Northern Somalia’s geographic and climate were a major impediment. Somalia is the only semi-arid country in equatorial Africa because the mountains of Abyssinia act as a rain shadow, trapping moister in Ethiopia and South Sudan. Another reasons that Ethiopia has screwed us since time immemorial. Southern Somalia on the other hand is blessed with two rivers and has the type of topography that made agricultural and by extension civilization possible. Why did complex societies develop along the Nile, Sumer, the Indus and Yellow River, but not the Shabelle and Jubba. I know that South Somalia is probably affect by Tsetse fly and Malaria but southern India and Southeast Asia are effected by the similar condition yet they developed Agricultural, kingdoms and empires by 500 B.C but Somalia did not fallow the same trajectory.
500 B.C – 500 A.D
Northern Somalia was first region to interact with the outside world. 5 cities are mention in the Pericles of the Erythraean Sea: Avalites, Malao, Mundus, Mosyllum, and Opone. These Ports cities traded in spices, frankincense and slaves. We have no records from this time and what legacy they left is either buried or has long turn to dust, so we enter speculative history. What were these cities like were they locations where nomads come to trade in the rainy season were they towns or even walled city-states like in ancient Greece. More importantly what happen to them why did they decline: we know that around 200 A.D Rome reduced their import of Frankincense and societies from Oman to northern Arabia collapse because once you have one church by extension one God, you don’t need to burn as much incense. These ancient cities become deserted and completely forgotten but this process would repeat itself many times in Somali history.
500-1000 A.D
Nothing seems to be happening in Somalia, it could be seen as a dark age. Something must have happen: climate change, social collapse or invasions that irreversible ended one era and brought about the beginning of another.
1000-1500 A.D
The Islamic era the beginning of Somalia history as we know it. It led to a proliferation of cities: in northern Somalia there were Zeila, Harar, Abasa, Amoud Maduna. In southern Somalia there was Moqadhiso, Barawa, Merka, Gondershe,Nimmo. Many of these cities contain Citadels, mosques, aqueducts, lights houses and tombs. These trapping of civilization would have required a large agriculture base and some sort of social hierarchy but we will never know much because Somalis didn’t write their own history we wouldn’t have know about the details of conquest of Abyssinia without the information contain within the Futah Al-habasha. I would kill for a chronicle of the walashma dynasty or the Ajuuran but alas it wasn’t meant to be.
1500-1900 A.D
Time of upheaval, mass migration and social confusion, much of the accomplishment of the previous generation were destroyed. Cities were abandoned, aqueducts and lighthouse fell to disrepair and fields were allowed to fallow effectively everything was allowed to decline. If we look at one example Mogadishu, this city was once the jewel of Somalia but it dynasty was overthrown. The population of the city declined to 5 thousand from a historic high of 50 thousand and become divided into feuding factions: Shangani and Xamarweyn after suffering from plague and civil strife. It would remain in this deplorable state until the Omanis sold their holding in Somalia to the Italians who remade Mogadishu into the capital of Italian Somaliland.

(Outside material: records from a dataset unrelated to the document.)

"""Running a stage: what is written in which order, what is left after a failure."""

import json
import os
from pathlib import Path

import pytest
from small_stages import Multiply, ReadNumber, Sum, sketch_of_sum, write_source

from skykiln.engine.failures import read_failure
from skykiln.engine.lots import bake_depth_first, bake_lot
from skykiln.engine.running import run_stage
from skykiln.engine.staleness import staleness
from skykiln.engine.stamps import read_stamp
from skykiln.errors import FileError, SkykilnError


def _value(folder):
    return json.loads((folder / "sum.json").read_text())["value"]


def _ran(folder, **asked):
    """Titles of the stages that a bake runs."""
    ran = []
    for stage in (ReadNumber, Multiply, Sum):
        make = stage.make
        stage.make = lambda self, inputs, make=make: ran.append(self.title) or make(self, inputs)
        stage.undo = make
    try:
        bake_depth_first(sketch_of_sum(folder, **asked), {})
    finally:
        for stage in (ReadNumber, Multiply, Sum):
            stage.make = stage.undo
            del stage.undo
    return ran


def test_only_what_a_change_reaches_runs(tmp_path):
    write_source(tmp_path, "20 first")
    assert _ran(tmp_path) == ["number", "multiple", "sum"]
    assert _ran(tmp_path) == []
    assert _ran(tmp_path, factor=3) == ["multiple", "sum"]
    assert _value(tmp_path) == 80
    write_source(tmp_path, "20 second")
    assert _ran(tmp_path, factor=3, pin="2") == ["number", "sum"]
    write_source(tmp_path, "5 second")
    assert _ran(tmp_path, factor=3, pin="3") == ["number", "multiple", "sum"]
    assert _value(tmp_path) == 20


def test_equal_output_stays_untouched_and_stops_the_rerun(tmp_path):
    write_source(tmp_path, "0 first")
    _ran(tmp_path)
    before = (tmp_path / "multiple.json").stat()
    assert _ran(tmp_path, factor=3) == ["multiple"]  # 0 times anything
    after = (tmp_path / "multiple.json").stat()
    assert (after.st_ino, after.st_mtime_ns) == (before.st_ino, before.st_mtime_ns)


def test_stamp_tells_what_made_the_output(tmp_path):
    write_source(tmp_path, "20 first")
    _ran(tmp_path)
    stamp = read_stamp(tmp_path / "multiple.json.stamp")
    number = read_stamp(tmp_path / "number.json.stamp")
    assert (stamp.family, stamp.version, stamp.settings) == ("skykiln.Multiply", 1, {"factor": 2})
    assert stamp.inputs == {"number": number.outputs["number"].digest}
    assert number.inputs == {"source": "1"}
    assert stamp.reason == "was never baked"


def test_stamp_goes_before_outputs_appear_and_comes_after(tmp_path, monkeypatch):
    write_source(tmp_path, "20 first")
    _ran(tmp_path)
    write_source(tmp_path, "30 second")
    seen = []

    def replace(beside, path):
        seen.append((Path(path).name, (tmp_path / "number.json.stamp").exists()))
        return original(beside, path)

    original = os.replace
    monkeypatch.setattr(os, "replace", replace)
    bake_depth_first(sketch_of_sum(tmp_path, pin="2", stage=ReadNumber), {})
    assert seen == [("number.json", False), ("remark.json", False), ("number.json.stamp", False)]


def test_failure_is_recorded_with_its_cause_and_removed_by_success(tmp_path):
    write_source(tmp_path, "none")
    target = sketch_of_sum(tmp_path)
    reader = sketch_of_sum(tmp_path, stage=ReadNumber)
    with pytest.raises(FileError):
        bake_depth_first(target, {})
    failure = read_failure(reader)
    assert failure == ("number of numbers", f"{tmp_path}/source.txt: no number; write one", "")
    write_source(tmp_path, "1")
    bake_depth_first(target, {})
    assert read_failure(reader) is None


def test_failure_leaves_the_last_good_output_and_its_stamp(tmp_path):
    write_source(tmp_path, "20 first")
    _ran(tmp_path)
    before = {path.name: path.read_bytes() for path in tmp_path.iterdir() if path.name != "source.txt"}
    write_source(tmp_path, "none")
    with pytest.raises(FileError):
        _ran(tmp_path, pin="2")
    after = {path.name: path.read_bytes() for path in tmp_path.iterdir() if path.name in before}
    assert after == before


def test_input_that_changes_while_it_is_read_is_not_built_upon(tmp_path, monkeypatch):
    write_source(tmp_path, "20 first")
    bake_depth_first(sketch_of_sum(tmp_path, stage=ReadNumber), {})
    make = Multiply.make

    def other_process_rebuilds(stage, inputs):
        write_source(tmp_path, "21 first")
        bake_depth_first(sketch_of_sum(tmp_path, pin="2", stage=ReadNumber), {})
        return make(stage, inputs)

    monkeypatch.setattr(Multiply, "make", other_process_rebuilds)
    target = sketch_of_sum(tmp_path, stage=Multiply)
    with pytest.raises(SkykilnError, match="number changed while it was read; bake again"):
        run_stage(target, staleness(target, {}))
    assert not (tmp_path / "multiple.json").exists()


def test_stage_does_not_run_on_stale_inputs(tmp_path):
    target = sketch_of_sum(tmp_path)
    with pytest.raises(SkykilnError, match="number, remark, multiple is not up to date"):
        target.run()


def test_run_of_a_complete_stage_does_nothing(tmp_path, monkeypatch):
    write_source(tmp_path, "20 first")
    _ran(tmp_path)
    monkeypatch.setattr(Sum, "make", lambda *_: pytest.fail("ran"))
    sketch_of_sum(tmp_path).run()


def test_bad_target_does_not_stop_its_lot(tmp_path):
    targets = []
    for name, text in (("a", "1"), ("b", "none"), ("c", "3")):
        (tmp_path / name).mkdir()
        write_source(tmp_path / name, text)
        targets.append(sketch_of_sum(tmp_path / name))
    assert bake_lot(targets) == ["numbers"]
    assert [(tmp_path / name / "sum.json").exists() for name in "abc"] == [True, False, True]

The Technology of making Paper was transferred to the Muslim world at the battle of the Talas River. Chinese engineers brought the technology to the Abbasid court and from there it quickly spread to the rest of the Muslim world. Without this technology the golden age of Abbasid dynasty wouldn’t have occurred. There would have be no libraries, bookstores and most important no House of Wisdom. This technology however did not disseminate the same way in Somalia. In Somalia only wadaad were literate and they alone wrote in Arabic for religious purposes so today we have religious documents but no secular document about ruler and their government have survived. Also Ibn Khaldun says in his book Muqaddimah that civilizations in pre-modern time follow a cycle, a dynasty would emerge on the periphery and due to it stronger social cohesion subdue a decadent social order eg another dynasty. As time goes they become decadent and rote from within thus they are ripe for conquer by the next group and so the cycle repeat again and again. So why didn’t the Somalis fallow this trajectory. The Cissa, Gadabirsi and Garri Kombi didn’t build the abandon cities of northern Somalia I believe the Harla build them just like they build most of the countless abandon cities and palaces in the Harar plateau. Yet these clans inherited little from this advance civilization when Richard Burton was making his celebrated adventure to Harar the Somali Garri Kombo were just begin to settle down and become farmers almost 300 years after the fall of the Harla civilization. The same thing happened to the Hiraab and other migrating northern Somali when they inherited the Ajuuraan and Mogadishu dynasties’ lands. They didn’t assimilate and build on the civilization they inherited. They didn’t become more organized, sedentary or hierarchal instead they remain nomads. Why is it only in Somalia that we see civilizational collapse not once but twice?